TORONTO (miningweekly.com) – Global gold production from mines will continue to decline, as the gold industry battles maturing mines, a scarcity of new discoveries and longer permitting and construction times for new projects, the CEO of the world's biggest gold miner said on Wednesday. “The gold industry needs to replace almost 100-million ounces of reserves per year, and clearly this has not been happening,” Barrick Gold chief Aaron Regent said at the company's annual shareholders meeting in Toronto. Gold mine supply has been on a downward trend since 2001, despite a more than tripling of the gold price, and this trend is likely to continue, he said.
New projects can take as long as seven to ten years to bring online, compared with just three to five years in the past, Regent said.

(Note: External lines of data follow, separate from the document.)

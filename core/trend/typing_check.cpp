// SPDX-License-Identifier: GPL-3.0-or-later
#include "core/trend/typing_check.h"

#include "core/trend/copied_values.h"
#include "core/trend/drift_catalogue.h"
#include "core/trend/exchanged_cylinders.h"
#include "core/trend/robust.h"
#include "core/trend/typing_slips.h"

#include <cmath>

namespace evenstroke::drift {

namespace {

// Limits of the check in standard deviations; found with simulated fleets.
constexpr double doubtful_from = 6.0;   ///< doubted whatever it may be
constexpr double suspicious_from = 5.0; ///< doubted if undoing a slip makes it quite usual
constexpr double quite_usual = 1.5;
constexpr double usual_enough = 3.0; ///< a slip is named if undoing it brings the value so near
constexpr double no_slip_from = 2.5; ///< a change seen twice is believed if no slip explains it
constexpr double alone_doubtful_from = 7.0;
constexpr std::size_t cells_for_scatter = 10;

/// Opinion on one place from what the others do at this reading.
CellOpinion compare_with_others(const ChannelHistory& history, std::size_t reading, std::size_t cylinder)
{
    CellOpinion opinion;
    const OwnOffset offset =
        own_offset(history.from_others, history.cylinders, cylinder, history.start[cylinder], reading);
    opinion.own_offset = offset.amount;
    opinion.offset_count = offset.count;
    const double noise = history.check_noise.value(), spread = history.input->offset_spread;
    const double count = static_cast<double>(std::max<std::size_t>(offset.count, 1));
    opinion.tolerance =
        std::sqrt(noise * noise * (1.0 + 1.5 / count) + (offset.count < 2 ? spread * spread : 0.0));
    return opinion;
}

/// Without three others: the place's own last values, with all that they share left in.
void compare_with_itself(const ChannelHistory& history, std::size_t reading, std::size_t cylinder,
                         CellOpinion& opinion)
{
    constexpr std::size_t memory = 6, needed = 4;
    std::vector<double> last;
    for (std::size_t i = reading; i > history.start[cylinder] && last.size() < memory; --i)
        if (const auto& value = history.deviation[(i - 1) * history.cylinders + cylinder])
            last.push_back(*value);
    if (last.size() < needed)
        return;
    opinion.tolerance = history.alone_noise.value() * std::sqrt(1.0 + 1.5 / static_cast<double>(last.size()));
    opinion.centre = median_in_place(last);
    opinion.alone = true;
}

std::string typed_text(const Cell& cell)
{
    return cell.typed_text.empty() ? plain_text(cell.typed_number) : cell.typed_text;
}

/// Slip that best explains a value, judged by how usual the value would be without it.
std::optional<BestTrial> best_slip(const Cell& cell, const CellOpinion& opinion)
{
    return best_trial(typed_text(cell), [&](double number) {
        const double deviation = cell.deviation + cell.scale * (number - cell.typed_number);
        return std::abs(deviation - *opinion.centre) / opinion.tolerance;
    });
}

/// What is wrong with one value, if anything.
struct CellVerdict
{
    Verdict verdict = Verdict::implausible;
    std::optional<SlipTrial> suggestion;
};

std::optional<CellVerdict> judge_cell(const Cell& cell, const CellOpinion& opinion, int held_sign_before,
                                      double doubt_limit, double suspicion_limit)
{
    if (cell.confirmed)
        return std::nullopt;
    if (!opinion.distance)
        return cell.held_out ? std::optional(CellVerdict{}) : std::nullopt;
    const double away = std::abs(*opinion.distance);
    if (!cell.held_out && !(away > suspicion_limit))
        return std::nullopt;
    const auto slip = best_slip(cell, opinion);
    const bool named = slip && slip->distance < usual_enough;
    if (!cell.held_out) {
        if (away <= doubt_limit && !(slip && slip->distance < quite_usual))
            return std::nullopt;
        const int sign = *opinion.distance > 0.0 ? 1 : -1;
        if (sign == held_sign_before && !(slip && slip->distance <= no_slip_from))
            return std::nullopt; // the same again, and no slip explains it: a real large change
    }
    if (!named)
        return CellVerdict{};
    return CellVerdict{slip->trial.verdict, slip->trial};
}

Doubt doubt_about(std::size_t reading, const CellVerdict& verdict, const Cell& cell,
                  const CellOpinion& opinion)
{
    Doubt doubt;
    doubt.reading = reading;
    doubt.verdict = verdict.verdict;
    if (verdict.suggestion) {
        doubt.suggested_number = verdict.suggestion->number;
        doubt.suggested_text = verdict.suggestion->text;
    }
    doubt.size = opinion.distance ? std::abs(*opinion.distance) : 0.0;
    if (std::isfinite(cell.deviation))
        doubt.deviation = cell.deviation;
    if (const auto band = usual_band(opinion)) {
        doubt.usual_low = band->low;
        doubt.usual_high = band->high;
    }
    return doubt;
}

/// Median of typed over expected for a row that nobody confirmed; nothing with fewer than 3 values.
std::optional<double> row_ratio(const ChannelHistory& history, std::size_t reading)
{
    const auto& expected = history.input->expected_typed;
    if (!history.sound_input || expected.size() * history.cylinders != history.input->cells.size())
        return std::nullopt;
    const auto wanted = expected[reading];
    if (!wanted || !std::isfinite(*wanted) || *wanted <= 0.0)
        return std::nullopt;
    std::vector<double> ratios;
    for (std::size_t j = 0; j < history.cylinders; ++j)
        if (const Cell* cell = history.cell(reading, j);
            cell && !cell->confirmed && std::isfinite(cell->typed_number))
            ratios.push_back(cell->typed_number / *wanted);
    return ratios.size() < 3 ? std::nullopt : median(ratios);
}

} // namespace

std::optional<UsualBand> usual_band(const CellOpinion& opinion)
{
    if (!opinion.centre)
        return std::nullopt;
    return UsualBand{*opinion.centre, *opinion.centre - 2.0 * opinion.tolerance,
                     *opinion.centre + 2.0 * opinion.tolerance, !opinion.alone};
}

TypingCheck::TypingCheck(const Input& input)
    : input_(&input), held_sign_(input.channels.size(), std::vector<int>(input.cylinders, 0)),
      engine_held_sign_(input.engine_channels.size(), 0), engine_values_(input.engine_channels.size())
{
    constexpr double prior_weight = 8.0; // one difference a reading only: the engine's own has to come sooner
    for (const EngineChannel& channel : input.engine_channels)
        engine_noise_.emplace_back(channel.noise, prior_weight);
}

ReadingOpinion TypingCheck::look_at(std::size_t reading, const std::vector<ChannelHistory>& history) const
{
    ReadingOpinion opinion;
    opinion.held.assign(history.size(), std::vector<char>(input_->cylinders, 0));
    opinion.engine_held.assign(input_->engine_channels.size(), 0);
    doubt_rows(reading, history, opinion);
    judge_cylinders(reading, history, opinion);
    judge_scatter(reading, opinion);
    doubt_cells(reading, history, opinion);
    judge_engine(reading, opinion);
    return opinion;
}

void TypingCheck::doubt_rows(std::size_t reading, const std::vector<ChannelHistory>& history,
                             ReadingOpinion& opinion) const
{
    for (std::size_t k = 0; k < history.size(); ++k) {
        const CatalogueChannel* known = find_channel(history[k].input->quantity, Subject::cylinder);
        const auto ratio = row_ratio(history[k], reading);
        const bool other_unit = known && ratio && *ratio > 0.004 &&
                                (*ratio < known->row_ratio_low || *ratio > known->row_ratio_high);
        const bool copied = !other_unit && row_is_copied(history[k], reading);
        if (!other_unit && !copied)
            continue;
        Doubt doubt;
        doubt.reading = reading;
        doubt.verdict = other_unit ? Verdict::unit_slip : Verdict::copied;
        doubt.quantity = history[k].input->quantity;
        doubt.size = other_unit ? *ratio : 0.0;
        opinion.doubts.push_back(doubt);
        opinion.held[k].assign(input_->cylinders, 1);
    }
    if (boxes_are_copied(history, reading)) {
        Doubt doubt;
        doubt.reading = reading;
        doubt.verdict = Verdict::copied;
        opinion.doubts.push_back(doubt);
        for (auto& row : opinion.held)
            row.assign(input_->cylinders, 1);
    }
}

void TypingCheck::judge_cylinders(std::size_t reading, const std::vector<ChannelHistory>& history,
                                  ReadingOpinion& opinion) const
{
    opinion.cylinders.assign(history.size(), std::vector<CellOpinion>(input_->cylinders));
    for (std::size_t k = 0; k < history.size(); ++k) {
        if (!history[k].sound_input || !history[k].input->checked)
            continue;
        std::vector<CellOpinion>& row = opinion.cylinders[k];
        MaybeValues typed(input_->cylinders), offset_free(input_->cylinders);
        for (std::size_t j = 0; j < input_->cylinders; ++j) {
            row[j] = compare_with_others(history[k], reading, j);
            if (const Cell* cell = history[k].cell(reading, j); cell && !opinion.held[k][j])
                typed[j] = usable_deviation(*cell, history[k].input->noise);
            if (typed[j])
                offset_free[j] = *typed[j] - row[j].own_offset;
        }
        const MaybeValues common = median_of_others(offset_free);
        for (std::size_t j = 0; j < input_->cylinders; ++j) {
            row[j].common = common[j];
            if (common[j])
                row[j].centre = row[j].own_offset + *common[j];
            else
                compare_with_itself(history[k], reading, j, row[j]);
            const Cell* cell = history[k].cell(reading, j);
            if (cell && row[j].centre && std::isfinite(cell->deviation) && !opinion.held[k][j])
                row[j].distance = (cell->deviation - *row[j].centre) / row[j].tolerance;
        }
    }
}

void TypingCheck::judge_scatter(std::size_t reading, ReadingOpinion& opinion) const
{
    std::vector<double> distances;
    for (const auto& row : opinion.cylinders)
        for (const CellOpinion& cell : row)
            if (cell.distance && !cell.alone)
                distances.push_back(std::abs(*cell.distance));
    if (distances.size() < cells_for_scatter)
        return;
    opinion.scatter = median_to_sigma * median_in_place(distances);
    const double wider = std::max(1.0, *opinion.scatter);
    for (auto& row : opinion.cylinders)
        for (CellOpinion& cell : row) {
            if (cell.alone)
                continue;
            cell.tolerance *= wider;
            if (cell.distance)
                *cell.distance /= wider;
        }
    opinion.unsteady = *opinion.scatter > unsteady_scatter;
    if (!opinion.unsteady)
        return;
    Doubt doubt;
    doubt.reading = reading;
    doubt.verdict = Verdict::unsteady;
    doubt.size = *opinion.scatter;
    opinion.doubts.push_back(doubt);
}

void TypingCheck::doubt_cells(std::size_t reading, const std::vector<ChannelHistory>& history,
                              ReadingOpinion& opinion) const
{
    const auto pair = find_exchanged_cylinders(opinion);
    if (pair) {
        Doubt doubt;
        doubt.reading = reading;
        doubt.verdict = Verdict::cylinders_swapped;
        doubt.cylinders = {pair->first, pair->second};
        doubt.size = pair->likelihood;
        opinion.doubts.push_back(doubt);
    }
    for (std::size_t k = 0; k < history.size(); ++k) {
        for (std::size_t j = 0; j < input_->cylinders; ++j) {
            const Cell* cell = history[k].cell(reading, j);
            const bool exchanged = pair && (j == pair->first || j == pair->second);
            if (!cell || opinion.held[k][j])
                continue;
            const CellOpinion& seen = opinion.cylinders[k][j];
            const auto verdict =
                judge_cell(*cell, seen, held_sign_[k][j], seen.alone ? alone_doubtful_from : doubtful_from,
                           seen.alone ? alone_doubtful_from : suspicious_from);
            opinion.held[k][j] = exchanged || verdict ? 1 : 0;
            if (!verdict || (exchanged && verdict->verdict == Verdict::implausible))
                continue; // the exchange explains it
            Doubt doubt = doubt_about(reading, *verdict, *cell, seen);
            doubt.quantity = history[k].input->quantity;
            doubt.cylinders = {j};
            opinion.doubts.push_back(doubt);
        }
    }
}

void TypingCheck::judge_engine(std::size_t reading, ReadingOpinion& opinion) const
{
    constexpr std::size_t memory = 6, needed = 2;
    constexpr double doubt_limit = 7.0, suspicion_limit = 6.0;
    opinion.engine.assign(input_->engine_channels.size(), CellOpinion{});
    for (std::size_t e = 0; e < input_->engine_channels.size(); ++e) {
        const EngineChannel& channel = input_->engine_channels[e];
        if (channel.cells.size() != input_->readings() || !(channel.noise > 0.0) ||
            !std::isfinite(channel.noise))
            continue;
        const std::vector<double>& before = engine_values_[e];
        std::vector<double> last(before.end() - static_cast<std::ptrdiff_t>(std::min(memory, before.size())),
                                 before.end());
        CellOpinion& seen = opinion.engine[e];
        seen.offset_count = last.size();
        seen.tolerance = (last.size() < needed ? 2.5 : 1.2) * engine_noise_[e].value();
        seen.centre = last.size() < needed ? 0.0 : median_in_place(last);
        const Cell& cell = channel.cells[reading];
        if (!cell.present)
            continue;
        if (std::isfinite(cell.deviation))
            seen.distance = (cell.deviation - *seen.centre) / seen.tolerance;
        const auto verdict = judge_cell(cell, seen, engine_held_sign_[e], doubt_limit,
                                        last.size() < needed ? doubt_limit : suspicion_limit);
        if (!verdict)
            continue;
        opinion.engine_held[e] = 1;
        Doubt doubt = doubt_about(reading, *verdict, cell, seen);
        doubt.quantity = channel.typed_quantity.empty() ? channel.quantity : channel.typed_quantity;
        doubt.engine_level = true;
        opinion.doubts.push_back(doubt);
    }
}

void TypingCheck::remember(std::size_t reading, const ReadingOpinion& opinion)
{
    const auto sign_if = [](bool held, const CellOpinion& seen) {
        return !held || !seen.distance ? 0 : (*seen.distance > 0.0 ? 1 : -1);
    };
    for (std::size_t k = 0; k < held_sign_.size(); ++k) {
        const Channel& channel = input_->channels[k];
        if (channel.cells.size() != input_->readings() * input_->cylinders)
            continue;
        for (std::size_t j = 0; j < input_->cylinders; ++j)
            if (channel.cells[reading * input_->cylinders + j].present)
                held_sign_[k][j] = sign_if(opinion.held[k][j] != 0, opinion.cylinders[k][j]);
    }
    for (std::size_t e = 0; e < engine_values_.size(); ++e) {
        const EngineChannel& channel = input_->engine_channels[e];
        if (channel.cells.size() != input_->readings() || !channel.cells[reading].present)
            continue;
        engine_held_sign_[e] = sign_if(opinion.engine_held[e] != 0, opinion.engine[e]);
        const auto value = usable_deviation(channel.cells[reading], channel.noise);
        if (!value || opinion.engine_held[e])
            continue;
        if (!engine_values_[e].empty()) {
            engine_noise_[e].add_difference(*value - engine_values_[e].back(), true);
            engine_noise_[e].renew();
        }
        engine_values_[e].push_back(*value);
    }
}

} // namespace evenstroke::drift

Several gold projects around the world have also been put on ice because of ballooning capital costs and difficulties raising finance.
Global gold mine production contracted almost 3% last year, to its lowest level in 12 years, according to consultancy GFMS.
"The fact that it is getting harder to finance gold mines, it is clearly more difficult to find, permit and build the mines - they are more expensive and it takes longer - means that supply is likely to decline more than people think," Barrick CFO Jamie Sokalsky told analyst on a conference call later in the day.
DEMAND
With gold supply dwindling, demand for the yellow metal, especially from investors and possibly as a result of central back buying, can be expected to continue to grow, Regent said.
The financial crisis, and government actions to stabilise the global economy, have helped gold to reassert itself as “an attractive financial asset, as a store of value, a safehaven and an alternative to currency, stocks and bonds”.
Exchange-traded funds have attracted a whole new group of gold investors, which have steadily increased their holdings in the yellow metal, despite investors' need for liquidity over the past year.
“And there is good reason to believe that the investment in gold ETFs will continue its uptrend.”
Gold demand could also be significantly boosted by a move by central banks to diversify their reserves, Regent said.
“The concentration of US dollar reserves is high, and actions by central bankers imply that they are rethinking their portfolio strategies are are starting to diversify their holdings.”
Gold sales by Central Bank Gold Agreement signatories slowed last year, and there has been evidence of central banks in countries like Russia and China buying gold.
On Friday, a Chinese official revealed that the nation had secretly increased its gold holdings by more than three quarters since 2003, to 1 054 t.
But gold still represents just around 1,5% of China's total reserves, Regent said.
“As a relatively small market, a small reallocation [by central banks] of investment to gold could have a large impact on demand.”